Identify every line in the records below that contains the word "transcoding", and reproduce each one.

::: Materials provided

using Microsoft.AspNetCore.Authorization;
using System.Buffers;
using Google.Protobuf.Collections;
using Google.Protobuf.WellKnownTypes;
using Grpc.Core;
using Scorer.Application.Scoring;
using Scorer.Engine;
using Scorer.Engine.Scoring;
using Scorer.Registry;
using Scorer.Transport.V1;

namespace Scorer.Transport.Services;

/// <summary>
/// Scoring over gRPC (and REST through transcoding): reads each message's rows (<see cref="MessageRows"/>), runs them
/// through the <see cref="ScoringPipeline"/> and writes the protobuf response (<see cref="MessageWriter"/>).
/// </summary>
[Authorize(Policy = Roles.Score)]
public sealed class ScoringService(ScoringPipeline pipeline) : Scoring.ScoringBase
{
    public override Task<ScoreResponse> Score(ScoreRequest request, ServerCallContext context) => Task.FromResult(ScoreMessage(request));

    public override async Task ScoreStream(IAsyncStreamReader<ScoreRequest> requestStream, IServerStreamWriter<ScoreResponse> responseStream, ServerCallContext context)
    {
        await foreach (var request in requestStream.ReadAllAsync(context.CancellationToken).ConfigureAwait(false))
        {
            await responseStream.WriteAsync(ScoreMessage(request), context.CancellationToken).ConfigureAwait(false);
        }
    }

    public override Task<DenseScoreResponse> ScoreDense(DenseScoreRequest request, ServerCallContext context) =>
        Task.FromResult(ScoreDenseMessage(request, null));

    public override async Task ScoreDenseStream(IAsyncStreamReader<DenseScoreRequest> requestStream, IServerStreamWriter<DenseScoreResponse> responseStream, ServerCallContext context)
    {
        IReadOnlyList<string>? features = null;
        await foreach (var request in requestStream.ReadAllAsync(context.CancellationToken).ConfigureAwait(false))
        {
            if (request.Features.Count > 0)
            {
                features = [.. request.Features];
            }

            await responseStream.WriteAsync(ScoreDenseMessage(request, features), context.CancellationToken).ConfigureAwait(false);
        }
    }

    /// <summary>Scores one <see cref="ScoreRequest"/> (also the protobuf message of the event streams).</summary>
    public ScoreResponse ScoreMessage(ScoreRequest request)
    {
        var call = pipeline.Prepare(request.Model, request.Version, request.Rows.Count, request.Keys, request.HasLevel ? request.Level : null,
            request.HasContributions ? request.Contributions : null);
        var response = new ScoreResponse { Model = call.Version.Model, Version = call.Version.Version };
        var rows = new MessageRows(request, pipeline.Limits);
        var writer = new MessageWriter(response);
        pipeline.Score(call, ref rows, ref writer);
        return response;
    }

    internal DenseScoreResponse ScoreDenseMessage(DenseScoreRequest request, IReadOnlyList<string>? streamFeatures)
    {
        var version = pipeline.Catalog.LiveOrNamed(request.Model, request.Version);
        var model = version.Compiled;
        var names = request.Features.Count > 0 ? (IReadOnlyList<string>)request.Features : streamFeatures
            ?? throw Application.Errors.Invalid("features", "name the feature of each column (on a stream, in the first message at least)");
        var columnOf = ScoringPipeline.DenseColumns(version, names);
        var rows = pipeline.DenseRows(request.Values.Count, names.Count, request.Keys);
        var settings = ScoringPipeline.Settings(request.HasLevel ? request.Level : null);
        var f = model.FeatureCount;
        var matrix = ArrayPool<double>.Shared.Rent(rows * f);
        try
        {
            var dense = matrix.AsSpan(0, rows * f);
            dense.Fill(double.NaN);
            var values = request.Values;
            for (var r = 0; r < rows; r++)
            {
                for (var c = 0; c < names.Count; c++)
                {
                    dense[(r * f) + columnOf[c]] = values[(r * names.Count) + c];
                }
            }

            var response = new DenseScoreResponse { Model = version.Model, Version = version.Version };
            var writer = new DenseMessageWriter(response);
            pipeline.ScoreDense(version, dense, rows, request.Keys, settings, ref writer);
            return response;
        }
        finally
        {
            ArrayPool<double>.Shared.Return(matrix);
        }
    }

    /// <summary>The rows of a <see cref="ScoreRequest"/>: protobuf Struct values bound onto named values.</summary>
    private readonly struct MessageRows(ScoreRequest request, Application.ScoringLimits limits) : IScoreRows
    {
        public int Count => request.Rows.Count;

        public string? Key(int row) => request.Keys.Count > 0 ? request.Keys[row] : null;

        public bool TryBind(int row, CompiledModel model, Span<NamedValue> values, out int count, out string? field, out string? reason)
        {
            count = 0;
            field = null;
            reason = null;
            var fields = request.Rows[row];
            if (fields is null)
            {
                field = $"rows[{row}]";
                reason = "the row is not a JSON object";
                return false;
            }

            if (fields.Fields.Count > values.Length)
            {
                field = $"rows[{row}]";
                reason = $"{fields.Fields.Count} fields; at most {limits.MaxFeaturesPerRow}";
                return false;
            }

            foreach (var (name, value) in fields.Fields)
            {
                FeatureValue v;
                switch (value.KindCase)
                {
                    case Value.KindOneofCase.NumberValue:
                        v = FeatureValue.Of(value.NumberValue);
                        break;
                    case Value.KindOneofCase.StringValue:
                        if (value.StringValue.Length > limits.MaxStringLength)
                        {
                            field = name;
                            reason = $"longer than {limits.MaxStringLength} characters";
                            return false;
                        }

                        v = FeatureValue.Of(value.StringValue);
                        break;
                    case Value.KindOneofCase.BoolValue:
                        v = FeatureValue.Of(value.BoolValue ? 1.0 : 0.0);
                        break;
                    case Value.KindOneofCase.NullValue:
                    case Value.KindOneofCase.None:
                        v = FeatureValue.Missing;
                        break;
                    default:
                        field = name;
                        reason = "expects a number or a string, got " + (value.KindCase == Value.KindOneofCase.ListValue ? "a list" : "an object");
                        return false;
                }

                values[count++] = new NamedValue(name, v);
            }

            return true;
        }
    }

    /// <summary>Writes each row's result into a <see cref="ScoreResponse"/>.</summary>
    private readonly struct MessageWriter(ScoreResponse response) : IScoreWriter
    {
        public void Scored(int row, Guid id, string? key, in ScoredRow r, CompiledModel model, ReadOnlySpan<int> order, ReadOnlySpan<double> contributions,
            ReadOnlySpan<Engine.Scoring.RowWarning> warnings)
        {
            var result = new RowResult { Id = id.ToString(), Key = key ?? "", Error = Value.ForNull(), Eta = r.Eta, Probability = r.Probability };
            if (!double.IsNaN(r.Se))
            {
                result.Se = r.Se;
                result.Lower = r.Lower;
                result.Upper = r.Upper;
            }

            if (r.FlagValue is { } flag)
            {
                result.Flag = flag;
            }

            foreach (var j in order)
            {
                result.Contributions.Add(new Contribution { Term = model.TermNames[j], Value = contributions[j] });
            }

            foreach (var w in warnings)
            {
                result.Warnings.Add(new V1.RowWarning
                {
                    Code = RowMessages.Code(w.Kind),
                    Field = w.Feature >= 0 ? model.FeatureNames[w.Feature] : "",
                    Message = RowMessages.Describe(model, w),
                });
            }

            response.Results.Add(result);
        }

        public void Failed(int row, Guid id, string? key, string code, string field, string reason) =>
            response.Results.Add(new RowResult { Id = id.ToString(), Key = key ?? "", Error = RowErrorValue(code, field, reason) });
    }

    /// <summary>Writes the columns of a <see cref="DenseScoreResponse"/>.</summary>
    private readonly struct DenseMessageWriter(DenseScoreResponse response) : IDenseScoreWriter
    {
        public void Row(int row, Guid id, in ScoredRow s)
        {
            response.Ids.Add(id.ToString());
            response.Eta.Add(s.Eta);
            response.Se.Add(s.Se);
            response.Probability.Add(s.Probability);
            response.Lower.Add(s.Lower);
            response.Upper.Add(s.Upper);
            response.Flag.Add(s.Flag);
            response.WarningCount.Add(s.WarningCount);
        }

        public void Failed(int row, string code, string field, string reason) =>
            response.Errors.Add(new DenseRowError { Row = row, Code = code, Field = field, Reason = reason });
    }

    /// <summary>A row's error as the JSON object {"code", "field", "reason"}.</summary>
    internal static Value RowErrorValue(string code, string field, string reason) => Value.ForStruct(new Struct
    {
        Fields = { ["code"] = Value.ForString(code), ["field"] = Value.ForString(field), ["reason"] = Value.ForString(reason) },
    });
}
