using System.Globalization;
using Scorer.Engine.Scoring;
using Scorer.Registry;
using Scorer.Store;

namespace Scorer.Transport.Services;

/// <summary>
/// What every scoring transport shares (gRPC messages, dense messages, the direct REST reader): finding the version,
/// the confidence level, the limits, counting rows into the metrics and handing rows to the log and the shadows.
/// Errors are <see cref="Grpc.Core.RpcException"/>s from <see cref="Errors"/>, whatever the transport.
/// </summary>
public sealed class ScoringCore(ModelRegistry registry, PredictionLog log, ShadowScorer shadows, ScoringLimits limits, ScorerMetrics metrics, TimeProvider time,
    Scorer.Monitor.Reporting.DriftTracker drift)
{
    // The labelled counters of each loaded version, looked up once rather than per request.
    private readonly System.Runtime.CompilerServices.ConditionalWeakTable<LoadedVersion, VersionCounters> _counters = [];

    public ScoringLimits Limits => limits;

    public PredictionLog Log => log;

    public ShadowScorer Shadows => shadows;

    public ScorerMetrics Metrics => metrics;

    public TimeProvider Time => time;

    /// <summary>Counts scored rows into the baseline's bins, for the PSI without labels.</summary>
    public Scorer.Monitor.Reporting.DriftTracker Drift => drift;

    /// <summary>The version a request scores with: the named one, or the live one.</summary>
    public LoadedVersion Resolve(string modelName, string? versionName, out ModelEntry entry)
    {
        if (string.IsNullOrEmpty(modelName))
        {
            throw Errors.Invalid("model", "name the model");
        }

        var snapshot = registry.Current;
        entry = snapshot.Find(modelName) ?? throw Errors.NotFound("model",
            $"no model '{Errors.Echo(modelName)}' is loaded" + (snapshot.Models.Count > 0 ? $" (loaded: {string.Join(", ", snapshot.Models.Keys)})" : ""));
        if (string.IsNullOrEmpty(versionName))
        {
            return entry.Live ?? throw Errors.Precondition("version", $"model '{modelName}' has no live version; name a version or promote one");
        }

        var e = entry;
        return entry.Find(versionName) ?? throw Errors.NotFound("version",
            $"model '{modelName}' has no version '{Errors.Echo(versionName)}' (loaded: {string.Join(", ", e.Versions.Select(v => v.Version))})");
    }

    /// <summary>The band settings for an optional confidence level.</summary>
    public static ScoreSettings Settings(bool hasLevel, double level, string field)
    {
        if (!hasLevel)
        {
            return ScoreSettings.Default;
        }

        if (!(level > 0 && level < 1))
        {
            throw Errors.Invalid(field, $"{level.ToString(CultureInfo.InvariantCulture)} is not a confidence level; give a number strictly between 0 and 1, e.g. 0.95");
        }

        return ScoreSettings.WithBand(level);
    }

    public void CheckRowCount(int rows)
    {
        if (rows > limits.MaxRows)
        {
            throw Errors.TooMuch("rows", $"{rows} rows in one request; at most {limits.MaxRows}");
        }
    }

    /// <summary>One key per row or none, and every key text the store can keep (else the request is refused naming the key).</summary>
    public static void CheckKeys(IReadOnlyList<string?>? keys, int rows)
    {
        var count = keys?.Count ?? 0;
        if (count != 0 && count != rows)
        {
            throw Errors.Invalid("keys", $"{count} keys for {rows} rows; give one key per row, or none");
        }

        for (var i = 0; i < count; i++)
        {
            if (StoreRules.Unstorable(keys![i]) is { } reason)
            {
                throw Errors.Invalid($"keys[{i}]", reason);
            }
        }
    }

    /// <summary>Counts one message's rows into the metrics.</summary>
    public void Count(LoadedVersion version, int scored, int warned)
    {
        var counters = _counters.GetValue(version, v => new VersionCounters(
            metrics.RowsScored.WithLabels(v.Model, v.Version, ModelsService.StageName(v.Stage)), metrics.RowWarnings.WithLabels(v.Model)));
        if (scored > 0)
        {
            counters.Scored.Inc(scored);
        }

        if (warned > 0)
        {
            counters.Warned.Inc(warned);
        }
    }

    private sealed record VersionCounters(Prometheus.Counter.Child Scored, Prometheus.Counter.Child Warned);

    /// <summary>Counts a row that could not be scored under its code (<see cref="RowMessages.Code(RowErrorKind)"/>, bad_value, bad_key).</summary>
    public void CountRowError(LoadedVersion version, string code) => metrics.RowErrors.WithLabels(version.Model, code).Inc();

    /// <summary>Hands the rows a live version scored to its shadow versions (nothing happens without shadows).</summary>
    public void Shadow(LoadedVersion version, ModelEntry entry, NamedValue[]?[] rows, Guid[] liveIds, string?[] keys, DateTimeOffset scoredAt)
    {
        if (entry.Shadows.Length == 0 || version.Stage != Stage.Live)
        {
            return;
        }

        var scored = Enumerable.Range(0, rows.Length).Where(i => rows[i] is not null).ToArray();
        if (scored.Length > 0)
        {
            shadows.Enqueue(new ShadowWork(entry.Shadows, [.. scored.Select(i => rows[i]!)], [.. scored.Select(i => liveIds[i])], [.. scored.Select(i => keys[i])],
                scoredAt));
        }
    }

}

::::::
::: Materials provided

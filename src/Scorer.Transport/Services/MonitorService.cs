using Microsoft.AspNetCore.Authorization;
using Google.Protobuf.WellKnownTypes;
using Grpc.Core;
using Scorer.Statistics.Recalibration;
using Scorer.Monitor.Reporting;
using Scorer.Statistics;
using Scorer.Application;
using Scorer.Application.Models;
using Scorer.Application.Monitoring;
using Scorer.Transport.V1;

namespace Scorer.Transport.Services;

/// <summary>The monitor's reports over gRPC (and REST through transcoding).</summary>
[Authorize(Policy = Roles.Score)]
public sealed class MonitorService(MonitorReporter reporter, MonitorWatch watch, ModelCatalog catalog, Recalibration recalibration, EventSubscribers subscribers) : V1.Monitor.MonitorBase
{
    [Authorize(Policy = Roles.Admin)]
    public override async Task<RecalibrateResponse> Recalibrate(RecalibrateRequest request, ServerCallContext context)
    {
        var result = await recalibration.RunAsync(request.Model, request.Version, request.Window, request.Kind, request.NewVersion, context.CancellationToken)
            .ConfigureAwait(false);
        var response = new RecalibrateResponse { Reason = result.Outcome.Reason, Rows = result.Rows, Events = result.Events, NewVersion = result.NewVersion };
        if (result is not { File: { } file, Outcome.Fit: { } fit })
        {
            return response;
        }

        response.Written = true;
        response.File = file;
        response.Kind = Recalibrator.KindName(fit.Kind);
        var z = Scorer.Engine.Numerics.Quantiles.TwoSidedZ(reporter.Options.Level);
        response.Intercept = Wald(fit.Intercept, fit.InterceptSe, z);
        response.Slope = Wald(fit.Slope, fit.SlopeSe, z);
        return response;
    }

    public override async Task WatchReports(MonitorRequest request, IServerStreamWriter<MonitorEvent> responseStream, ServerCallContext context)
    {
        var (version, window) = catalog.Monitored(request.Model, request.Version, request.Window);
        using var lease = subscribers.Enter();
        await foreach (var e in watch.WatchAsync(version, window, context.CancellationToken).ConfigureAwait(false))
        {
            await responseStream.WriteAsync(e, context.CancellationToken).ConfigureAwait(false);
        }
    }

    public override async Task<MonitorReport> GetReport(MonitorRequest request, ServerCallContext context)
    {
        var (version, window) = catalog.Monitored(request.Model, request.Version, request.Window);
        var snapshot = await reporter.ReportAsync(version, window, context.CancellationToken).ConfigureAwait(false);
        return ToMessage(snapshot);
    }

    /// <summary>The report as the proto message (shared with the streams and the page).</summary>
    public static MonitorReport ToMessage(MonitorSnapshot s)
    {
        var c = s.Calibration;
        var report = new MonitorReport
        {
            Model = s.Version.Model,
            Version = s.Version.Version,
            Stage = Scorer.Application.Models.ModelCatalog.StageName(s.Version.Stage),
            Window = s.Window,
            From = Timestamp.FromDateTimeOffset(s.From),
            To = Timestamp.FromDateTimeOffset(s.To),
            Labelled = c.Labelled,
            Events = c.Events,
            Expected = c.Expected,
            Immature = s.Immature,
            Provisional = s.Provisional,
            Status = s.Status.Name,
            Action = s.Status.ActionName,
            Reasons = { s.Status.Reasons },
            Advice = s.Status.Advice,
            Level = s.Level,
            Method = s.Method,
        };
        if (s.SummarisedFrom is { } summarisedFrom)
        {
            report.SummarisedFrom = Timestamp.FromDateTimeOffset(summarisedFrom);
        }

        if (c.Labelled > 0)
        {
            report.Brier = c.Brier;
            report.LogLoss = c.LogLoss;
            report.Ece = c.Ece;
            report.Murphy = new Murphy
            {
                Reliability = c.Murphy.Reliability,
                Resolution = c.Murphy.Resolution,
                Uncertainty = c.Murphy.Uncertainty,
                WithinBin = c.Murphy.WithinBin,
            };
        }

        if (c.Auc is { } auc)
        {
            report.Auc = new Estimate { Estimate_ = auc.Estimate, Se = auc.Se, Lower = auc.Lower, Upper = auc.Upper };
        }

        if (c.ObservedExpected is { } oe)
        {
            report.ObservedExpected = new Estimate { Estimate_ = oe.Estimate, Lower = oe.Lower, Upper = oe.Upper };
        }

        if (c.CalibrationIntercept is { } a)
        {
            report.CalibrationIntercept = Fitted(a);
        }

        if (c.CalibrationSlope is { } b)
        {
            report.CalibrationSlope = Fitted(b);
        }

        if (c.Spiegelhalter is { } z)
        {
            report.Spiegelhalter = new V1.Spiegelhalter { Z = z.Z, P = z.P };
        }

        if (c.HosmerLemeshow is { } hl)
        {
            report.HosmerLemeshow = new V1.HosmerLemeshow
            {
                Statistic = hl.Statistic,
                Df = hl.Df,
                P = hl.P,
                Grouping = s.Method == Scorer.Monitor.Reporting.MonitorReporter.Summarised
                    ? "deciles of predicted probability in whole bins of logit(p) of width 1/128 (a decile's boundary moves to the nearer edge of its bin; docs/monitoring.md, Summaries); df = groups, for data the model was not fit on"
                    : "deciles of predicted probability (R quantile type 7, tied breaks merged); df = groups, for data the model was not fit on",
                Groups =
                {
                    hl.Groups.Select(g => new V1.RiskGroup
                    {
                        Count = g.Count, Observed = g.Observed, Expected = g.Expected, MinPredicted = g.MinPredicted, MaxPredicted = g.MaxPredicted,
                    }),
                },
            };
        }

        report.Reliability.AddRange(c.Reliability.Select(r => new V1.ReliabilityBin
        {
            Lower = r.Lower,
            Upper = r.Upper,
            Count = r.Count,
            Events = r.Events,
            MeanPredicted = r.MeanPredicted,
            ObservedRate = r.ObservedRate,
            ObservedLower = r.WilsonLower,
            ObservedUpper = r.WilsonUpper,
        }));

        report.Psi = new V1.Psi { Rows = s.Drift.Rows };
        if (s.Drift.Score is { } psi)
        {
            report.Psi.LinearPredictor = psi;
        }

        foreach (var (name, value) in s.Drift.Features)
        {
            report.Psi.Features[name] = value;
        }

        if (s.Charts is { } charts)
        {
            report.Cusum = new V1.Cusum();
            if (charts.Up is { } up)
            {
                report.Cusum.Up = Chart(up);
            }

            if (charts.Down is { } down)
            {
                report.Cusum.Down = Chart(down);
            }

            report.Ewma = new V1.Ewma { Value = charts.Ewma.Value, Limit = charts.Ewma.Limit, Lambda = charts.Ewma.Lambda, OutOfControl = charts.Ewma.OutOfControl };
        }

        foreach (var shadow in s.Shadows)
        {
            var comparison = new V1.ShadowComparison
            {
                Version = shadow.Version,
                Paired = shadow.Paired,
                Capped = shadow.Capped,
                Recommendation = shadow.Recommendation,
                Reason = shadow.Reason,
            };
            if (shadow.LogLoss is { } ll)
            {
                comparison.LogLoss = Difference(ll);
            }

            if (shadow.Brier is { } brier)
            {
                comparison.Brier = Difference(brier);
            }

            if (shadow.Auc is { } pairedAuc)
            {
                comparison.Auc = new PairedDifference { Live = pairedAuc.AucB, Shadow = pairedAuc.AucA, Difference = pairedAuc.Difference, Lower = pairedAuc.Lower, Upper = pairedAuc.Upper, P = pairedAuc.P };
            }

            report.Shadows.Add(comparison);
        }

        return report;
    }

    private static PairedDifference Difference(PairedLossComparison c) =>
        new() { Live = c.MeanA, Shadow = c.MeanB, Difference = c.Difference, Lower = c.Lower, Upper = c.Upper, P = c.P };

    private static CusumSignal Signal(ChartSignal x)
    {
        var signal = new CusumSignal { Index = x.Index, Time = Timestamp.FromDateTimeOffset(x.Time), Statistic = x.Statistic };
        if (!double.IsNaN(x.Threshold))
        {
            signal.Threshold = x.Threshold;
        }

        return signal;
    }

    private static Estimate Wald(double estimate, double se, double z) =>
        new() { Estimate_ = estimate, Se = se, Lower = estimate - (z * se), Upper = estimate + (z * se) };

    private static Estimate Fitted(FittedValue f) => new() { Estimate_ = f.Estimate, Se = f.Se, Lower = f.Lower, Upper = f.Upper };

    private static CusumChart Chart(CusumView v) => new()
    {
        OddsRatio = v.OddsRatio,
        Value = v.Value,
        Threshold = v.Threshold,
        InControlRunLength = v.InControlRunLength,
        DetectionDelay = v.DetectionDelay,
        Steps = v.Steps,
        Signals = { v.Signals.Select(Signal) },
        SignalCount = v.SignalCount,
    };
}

::::::

* _Written reply_:
/// Scoring over gRPC (and REST through transcoding): reads each message's rows (<see cref="MessageRows"/>), runs them
/// <summary>The monitor's reports over gRPC (and REST through transcoding).</summary>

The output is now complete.